We have conducted a series of hydro-mechanical shear experiments using the CSIRO direct shear rig. There blocks were fabricated using loose calcite and quartz grains cemented by a calcium-rich fluid that permeated and filled the interconnected pore spaces to bind the grains together, i.e. this technology is known as CIPS (Calcite In-situ Precipitation System). Those intact homogenous CIPS blocks (240 × 120 × 150 mm) were sheared to final displacements of 20, 70 or 120 mm under a constant effective vertical stress of 10 MPa.

Fluid-flow response across the fault zone was monitored during both shear deformation and hold periods, while keeping a constant injection pressure throughout the measurement. On reaching the final displacement (20, 70 or 120 mm), we cored a cylindrical plug of 38 mm diameter that contains fault zone and parts of intact wall rock at either end.

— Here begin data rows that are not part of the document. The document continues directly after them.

CalibrationFile parse_calibration_file(const std::string& text, const std::string& source) {
  const json root = detail::parse_json(text, source);
  detail::check_format(root, kCalibrationFormat, kCalibrationVersion, source);
  detail::check_keys(root,
                     {"format", "version", "description", "series", "model", "steps_per_shear_stage", "tests",
                      "parameters", "constraints", "options"},
                     source, "");
  CalibrationFile f;
  f.source = source;
  f.description = detail::get_string_or(root, "description", "", source, "");
  const std::filesystem::path series(detail::get_string(root, "series", source, ""));
  const std::filesystem::path folder = std::filesystem::path(source).parent_path();
  f.series = series.is_absolute() ? series.string() : (folder / series).lexically_normal().string();
  f.model = detail::get_string(root, "model", source, "");
  f.steps_per_shear_stage = detail::get_int_or(root, "steps_per_shear_stage", f.steps_per_shear_stage, source, "");
  if (f.steps_per_shear_stage < 2 || f.steps_per_shear_stage > 100000)
    throw InputError(source + ": steps_per_shear_stage: must be in [2, 100000], found " +
                     std::to_string(f.steps_per_shear_stage));

  if (!root.contains("tests")) throw InputError(source + ": tests: missing (a list of the specimens to fit is required)");
  const json& tests = root.at("tests");
  if (!tests.is_array() || tests.empty())
    throw InputError(source + ": tests: expected a non-empty list, found " + tests.dump().substr(0, 40));
  for (std::size_t i = 0; i < tests.size(); ++i) {
    const std::string path = "tests[" + std::to_string(i) + "]";
    const json& t = tests[i];
    detail::check_keys(t, {"specimen", "weight", "axial_strain_range", "curves"}, source, path);
    CalibrationTestSpec spec;
    spec.specimen = detail::get_string(t, "specimen", source, path);
    spec.weight = detail::get_number_or(t, "weight", 1.0, source, path);
    if (!(spec.weight >= 0.0)) throw InputError(source + ": " + path + ".weight: must be 0 or more, found " + t.at("weight").dump());
    if (t.contains("axial_strain_range")) {
      const auto r = range_of(t.at("axial_strain_range"), source, path + ".axial_strain_range");
      spec.strain_min = r.first;
      spec.strain_max = r.second;
    }
    if (!t.contains("curves")) throw InputError(source + ": " + path + ".curves: missing (a list of quantities to compare)");
    const json& curves = t.at("curves");
    if (!curves.is_array() || curves.empty())
      throw InputError(source + ": " + path + ".curves: expected a non-empty list, found " + curves.dump().substr(0, 40));
    for (std::size_t c = 0; c < curves.size(); ++c) {
      const std::string cp = path + ".curves[" + std::to_string(c) + "]";
      CalibrationCurveSpec cs;
      if (curves[c].is_string()) {
        cs.y = parse_quantity(curves[c].get<std::string>(), source + ": " + cp);
      } else {
        detail::check_keys(curves[c], {"quantity", "weight"}, source, cp);
        cs.y = parse_quantity(detail::get_string(curves[c], "quantity", source, cp), source + ": " + cp + ".quantity");
        cs.weight = detail::get_number_or(curves[c], "weight", 1.0, source, cp);
        if (!(cs.weight >= 0.0))
          throw InputError(source + ": " + cp + ".weight: must be 0 or more, found " + curves[c].at("weight").dump());
      }
      if (cs.y == Quantity::axial_strain)
        throw InputError(source + ": " + cp + ": axial_strain is the x of every curve; compare another quantity");
      spec.curves.push_back(cs);
    }
    f.tests.push_back(std::move(spec));
  }

  if (!root.contains("parameters")) throw InputError(source + ": parameters: missing (say which parameters are free)");
  const json& params = root.at("parameters");
  detail::require_object(params, source, "parameters");
  for (const auto& item : params.items()) f.parameters.push_back(parse_parameter(item.key(), item.value(), source));

  if (root.contains("constraints")) {
    const json& c = root.at("constraints");
    if (!c.is_array()) throw InputError(source + ": constraints: expected a list of strings such as \"dilation_angle <= friction_angle\"");
    for (std::size_t i = 0; i < c.size(); ++i) {
      if (!c[i].is_string())
        throw InputError(source + ": constraints[" + std::to_string(i) + "]: expected a string, found " + c[i].dump());
      f.constraints.push_back(c[i].get<std::string>());
    }
  }
  if (root.contains("options")) f.options = parse_options(root.at("options"), source);
  return f;
}
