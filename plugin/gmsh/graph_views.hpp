#pragma once
// The Gmsh views of a compute, written as one self-describing .pos file for sendMergeFileRequest:
// - each soil unit's physical group filled in its own colour, with a legend naming the unit, its
//   source and status (top left of the window);
// - one 2-D graph a test and quantity (q, and the volumetric strain or the excess pore pressure)
//   against the axial strain: measured points black, the model's line red, one strain axis shared
//   by both, the legend saying so. The graphs are placed in model coordinates to the right of the
//   geometry and the view is zoomed out so that both fit: the geometry stays visible, never under
//   a graph. Each graph can be hidden in Gmsh's views list.
// The file first deletes every view whose name starts with kViewPrefix, so a new compute replaces
// the previous views instead of piling up.

#include <string>
#include <vector>

#include "soil_unit.hpp"

namespace triaxcal::gmsh {

inline constexpr const char* kViewPrefix = "triaxcal: ";

struct UnitView {
  std::string unit;          ///< physical group name
  int dimension = 2;         ///< of the physical group (2: surfaces, 3: volumes)
  int tag = 0;               ///< physical tag in the current model (colouring only)
  std::string legend;        ///< what the legend says after the name, e.g. "calibration, mohr_coulomb: converged"
  std::vector<Curve> curves; ///< measured and model curves, in test order
};

/// Names: graphs "triaxcal: <unit> <test>: <quantity>" (the measured view; the model's view adds
/// " model"), legend lines "triaxcal: legend ...".
/// With `graphs` false (a check, no compute): only the colours and the legend, replacing the
/// previous legend and leaving the graphs of the last compute alone.
std::string views_pos(const std::vector<UnitView>& units, bool graphs = true);

/// The colour (a Gmsh colour name) of soil unit i.
const char* unit_colour(std::size_t i);

}  // namespace triaxcal::gmsh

In parallel to the experimental study, a 2D mechanical model of the shear experiments was developed using Smoothed Particle Hydrodynamics (SPH), suitable for deformation processes involving very large strains. Numerical results were compared with the experimental data for a better understanding of local deformation process, stress distribution and potential tension cracks in samples during shear.

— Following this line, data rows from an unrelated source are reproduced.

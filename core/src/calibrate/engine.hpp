#pragma once
// Internal: the prepared problem (free/fixed/tied map, unit box, compared points) and the
// evaluator that simulates the tests on a thread pool.

#include <atomic>
#include <condition_variable>
#include <functional>
#include <mutex>
#include <thread>
#include <vector>

#include "expression.hpp"
#include "triaxcal/calibrate.hpp"

namespace triaxcal::detail {

/// The stages of problem.fit_stages as model parameter indices; throws InputError
/// "fit_stages[i].free[j]: ..." for an unknown parameter, one not free, one in two stages, an empty
/// stage, or a free parameter in no stage (staged.cpp).
std::vector<std::vector<int>> check_fit_stages(const CalibrationProblem& problem);

/// The options as asked, one "key = value" per line (CalibrationSummary::options_text).
std::string options_text_of(const CalibrationOptions& options);

/// calibrate() without fit_stages and without options.validate(): a staged fit's end point is
/// evaluated with no stage at all (global and local none, no design points).
CalibrationSummary calibrate_validated(const CalibrationOptions& options, const CalibrationProblem& problem);

/// calibrate() of a problem with fit_stages (staged.cpp).
CalibrationSummary calibrate_staged(const CalibrationOptions& options, const CalibrationProblem& problem);

/// Runs `n` tasks on `threads` threads (the caller is one of them). Which thread runs a task never
/// changes a result: every task writes only its own slot.
class TaskPool {
 public:
  explicit TaskPool(int threads);
  ~TaskPool();
  TaskPool(const TaskPool&) = delete;
  TaskPool& operator=(const TaskPool&) = delete;

  void run(int n, const std::function<void(int)>& task);
  int threads() const { return static_cast<int>(workers_.size()) + 1; }

 private:
  void work();
  void drain();

  std::vector<std::thread> workers_;
  std::mutex mutex_;
  std::condition_variable wake_, done_;
  const std::function<void(int)>* task_ = nullptr;
  int count_ = 0;
  std::atomic<int> next_{0};
  std::atomic<long> generation_{0};
  std::atomic<int> busy_{0};
  std::atomic<bool> quit_{false};
};

/// One compared curve of a test, points already filtered by the x range.
struct PreparedCurve {
  int source = 0;            ///< index into CalibrationTest::curves
  Quantity x = Quantity::axial_strain, y = Quantity::deviator_stress;
  int stage = -1;
  int zero_stage = -1;
  std::vector<double> xs, ys;
  double range = 1.0;        ///< normalisation (unit of y)
  double x_span = 0.0;       ///< max - min of the measured x
  std::vector<std::size_t> runs;  ///< first point of each monotone run of x (see interpolate_curve)
  double weight = 0.0;       ///< w_test * w_curve / n (objective weight of e^2)
  double sst = 0.0;          ///< sum of squares about the mean, for R^2
};

struct PreparedTest {
  const CalibrationTest* test = nullptr;
  /// The test's protocol with record points (Stage::record_at) at the measured axial strains of
  /// its strain-controlled stages (see place_records); the test's own protocol with fixed steps.
  TestProtocol protocol;
  std::vector<PreparedCurve> curves;
  int points = 0;
  double total_weight = 0.0;  ///< w_test * sum of curve weights (penalty scale)
};

/// The search's work limit in all (substeps of one simulation) is at least this many, so that a
/// protocol with few records keeps room for its consolidation stages (CalibrationOptions::
/// max_substeps_per_record; about 0.1 s of a sand model simulation on this machine).
inline constexpr double kWorkLimitFloor = 5000.0;

/// How an evaluation treats the driver's substeps (SubstepPlan): as usual, recording them, or
/// replaying recorded ones.
enum class PlanMode { none, record, replay };

/// Outcome of simulating one test at one parameter set.
struct TestOutcome {
  bool ok = false;
  bool work_limited = false;      ///< failed at the search's work limit (CalibrationOptions::max_substeps_per_record)
  std::vector<double> simulated;  ///< at the compared points, curves in order
  SimulationResult result;        ///< of the last simulate(); reused, so its vectors keep their capacity
};

struct Prepared {
  const CalibrationProblem* problem = nullptr;
  std::vector<std::string> names;
  std::vector<ParameterStatus> status;
  std::vector<double> fixed;                 ///< ModelInfo order; fixed values (NaN for free/tied)
  std::vector<int> free;                     ///< model indices of the free parameters
  std::vector<double> lower, upper, start;   ///< per free parameter, physical
  std::vector<ParameterScale> scale;
  std::vector<std::pair<int, Expression>> ties;  ///< in evaluation order
  std::vector<Inequality> constraints;
  std::vector<PreparedTest> tests;
  int points = 0;

  /// Physical value of free parameter k at unit coordinate u (clamped to [0, 1]).
  double to_physical(int k, double u) const;
  double to_unit(int k, double value) const;
  /// Derivative d(value)/du of free parameter k at `value`.
  double slope(int k, double value) const;
  /// Full ModelInfo-order values from the unit coordinates of the free parameters.
  ParameterValues values(const std::vector<double>& unit) const;
  /// Largest relative violation of the constraints (<= 0 when all hold).
  double violation(const ParameterValues& values) const;
};

/// Throws InputError for a bad problem (see validate_problem).
Prepared prepare(const CalibrationProblem& problem);

class Evaluator {
 public:
  Evaluator(const Prepared& prepared, const CalibrationOptions& options, int threads);

  /// Simulates every test at `values`; fills outcome(t), whose `result` holds the simulation (or
  /// why it failed) until the next call. Returns false when the model could not be built.
  /// PlanMode::record keeps each test's accepted substeps in plans(); PlanMode::replay runs the
  /// substeps of `replay` (one plan a test, e.g. another evaluator's plans()).
  bool simulate(const ParameterValues& values, PlanMode mode = PlanMode::none,
                const std::vector<SubstepPlan>* replay = nullptr);
  const std::vector<SubstepPlan>& plans() const { return plans_; }
  /// Objective of the last simulate() (see calibrate.hpp), summed in test order.
  double objective(bool model_built, std::vector<double>* per_test = nullptr) const;
  const TestOutcome& outcome(int t) const { return outcomes_[static_cast<std::size_t>(t)]; }
  int failed_tests() const;
  /// Of those, the ones ended by the search's work limit.
  int work_limited_tests() const;
  /// false: the simulations run with the problem's driver options alone (the fitted set's own
  /// simulation); true (the default): with the search's work limit as well.
  void limit_work(bool on) { limit_work_ = on; }
  int threads() const { return pool_.threads(); }
  /// Runs n independent tasks on this evaluator's threads (none of them may use this evaluator).
  void run_tasks(int n, const std::function<void(int)>& task) { pool_.run(n, task); }

 private:
  void run_test(int t);

  const Prepared& prepared_;
  const CalibrationOptions& options_;
  TaskPool pool_;
  std::vector<TestOutcome> outcomes_;
  std::vector<SubstepPlan> plans_;
  std::vector<DriverOptions> limited_;  ///< per test: the problem's driver options with the work limit
  bool limit_work_ = true;
  PlanMode mode_ = PlanMode::none;
  const std::vector<SubstepPlan>* replay_ = nullptr;
  const Model* model_ = nullptr;
  std::function<void(int)> task_;
};

/// rho'(z) of the loss at z = e^2 (1 for the linear loss): psi(e) = rho'(e^2) e is a point's
/// influence on the gradient of the objective.
double loss_weight(Loss kind, double z, double c);
/// psi'(e) = rho'(z) + 2 z rho''(z) at z = e^2 (1 for the linear loss): a point's share of the
/// Gauss-Newton curvature.
double loss_curvature(Loss kind, double z, double c);

/// Sets Stage::record_at of the strain-controlled stages of `protocol` so that records fall on the
/// measured axial strains of `curves` (engineering, relative to each curve's origin) and the stage
/// end, instead of the stage's `steps` equal steps. Points of stages whose start strain is not known in advance
/// (after a stress-controlled stage inside the compared range) are placed as if that stage left
/// the axial strain unchanged: they then lie near, not on, a record.
void place_records(TestProtocol& protocol, const std::vector<PreparedCurve>& curves);

/// The compared value of a simulated curve at each x (forward-moving search, see the .cpp).
void interpolate_curve(const SimulationResult& result, const PreparedCurve& curve, double* out);
/// The same on a simulation with derivatives: the segments are chosen on the values, the
/// interpolated values carry the records' derivatives (and the x columns', where records do not
/// fall on the measured x).
void interpolate_curve(const DualSimulationResult& result, const PreparedCurve& curve, Dual* out);

}  // namespace triaxcal::detail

Shear results show all the tested blocks indicated strain-softening behaviour and the flow rate decreased as displacement increased. Plastic deformation is compactant and resulted in the development of localised zone of deformation that decrease the fluid transmissibility of the blocks. Furthermore, x-ray CT images show that the created deformation features in the sheared blocks resembled those observed in natural fault zones.

1. Introduction

The growth of natural faults is controlled by several factors including: tectonics stress, strain rate, pore pressure and host rocks. The impact of faults and their potential reactivation on oil and gas reservoirs have been investigated [1, 2]. Compactive and dilatant deformation in porous rocks is a crucial problem in fault development, geotechnical engineering and reservoir/aquifer management. Active tectonics and extraction of fluids from buried porous host rocks modify the pore pressure in a reservoir/aquifer, causing variations of the effective stress possibly leading to faulting and inelastic deformation that can in turn adversely affect oil production as in the case of the deep water reservoir in the Campos Basin [3]. In contrast with sandstone lithologies, limestones and marbles undergo brittle to plastic transition at room temperature for confining pressures accessible in laboratory [4, 5], because calcite requires relatively low shear stresses to initiate mechanical twinning and dislocation activity. The mechanical behaviour of carbonate rocks of a wide range of porosities has been documented by many previous studies [6–8].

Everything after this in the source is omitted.